§ **Information provided**

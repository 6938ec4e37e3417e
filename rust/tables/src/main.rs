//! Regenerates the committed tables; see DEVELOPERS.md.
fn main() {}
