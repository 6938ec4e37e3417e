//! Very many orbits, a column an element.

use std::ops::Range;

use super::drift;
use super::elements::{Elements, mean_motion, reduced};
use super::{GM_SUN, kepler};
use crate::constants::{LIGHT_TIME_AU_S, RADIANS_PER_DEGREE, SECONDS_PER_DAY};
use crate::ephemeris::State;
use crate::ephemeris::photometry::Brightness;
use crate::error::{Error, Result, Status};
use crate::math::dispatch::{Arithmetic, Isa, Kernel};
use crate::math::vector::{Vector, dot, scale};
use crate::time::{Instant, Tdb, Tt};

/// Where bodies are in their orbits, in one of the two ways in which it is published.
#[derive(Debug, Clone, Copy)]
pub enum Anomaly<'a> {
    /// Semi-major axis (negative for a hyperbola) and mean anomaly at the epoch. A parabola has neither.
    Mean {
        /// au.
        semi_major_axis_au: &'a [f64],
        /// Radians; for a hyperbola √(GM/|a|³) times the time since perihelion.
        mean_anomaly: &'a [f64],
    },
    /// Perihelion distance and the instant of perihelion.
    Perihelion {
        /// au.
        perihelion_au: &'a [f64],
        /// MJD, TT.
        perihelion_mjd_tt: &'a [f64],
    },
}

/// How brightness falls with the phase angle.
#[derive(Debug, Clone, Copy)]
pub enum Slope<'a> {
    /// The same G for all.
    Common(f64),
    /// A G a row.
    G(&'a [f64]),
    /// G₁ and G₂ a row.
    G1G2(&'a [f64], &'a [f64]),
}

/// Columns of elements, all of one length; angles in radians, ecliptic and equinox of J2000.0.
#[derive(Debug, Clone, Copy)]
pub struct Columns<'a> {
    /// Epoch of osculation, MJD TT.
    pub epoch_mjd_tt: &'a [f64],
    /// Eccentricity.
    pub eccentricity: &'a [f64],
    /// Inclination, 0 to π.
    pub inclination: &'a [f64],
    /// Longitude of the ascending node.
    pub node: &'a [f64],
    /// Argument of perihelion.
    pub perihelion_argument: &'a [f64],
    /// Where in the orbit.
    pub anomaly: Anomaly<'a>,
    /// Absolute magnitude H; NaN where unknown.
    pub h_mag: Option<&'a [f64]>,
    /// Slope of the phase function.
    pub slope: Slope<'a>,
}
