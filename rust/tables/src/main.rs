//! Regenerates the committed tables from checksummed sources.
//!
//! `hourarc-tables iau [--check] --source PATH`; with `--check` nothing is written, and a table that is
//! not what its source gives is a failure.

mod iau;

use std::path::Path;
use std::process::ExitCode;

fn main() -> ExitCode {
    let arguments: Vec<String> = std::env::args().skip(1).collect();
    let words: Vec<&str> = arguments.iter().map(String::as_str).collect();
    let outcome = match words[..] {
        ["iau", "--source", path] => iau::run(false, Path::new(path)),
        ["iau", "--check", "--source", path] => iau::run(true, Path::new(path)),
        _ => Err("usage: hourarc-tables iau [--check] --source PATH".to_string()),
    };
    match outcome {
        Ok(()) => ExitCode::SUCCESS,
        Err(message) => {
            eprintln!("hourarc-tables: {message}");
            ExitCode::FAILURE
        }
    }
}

§ **Task objective**
Scan the material above for lines holding the string "node" and copy those lines.

§ **Response**
    /// Longitude of the ascending node.
    pub node: &'a [f64],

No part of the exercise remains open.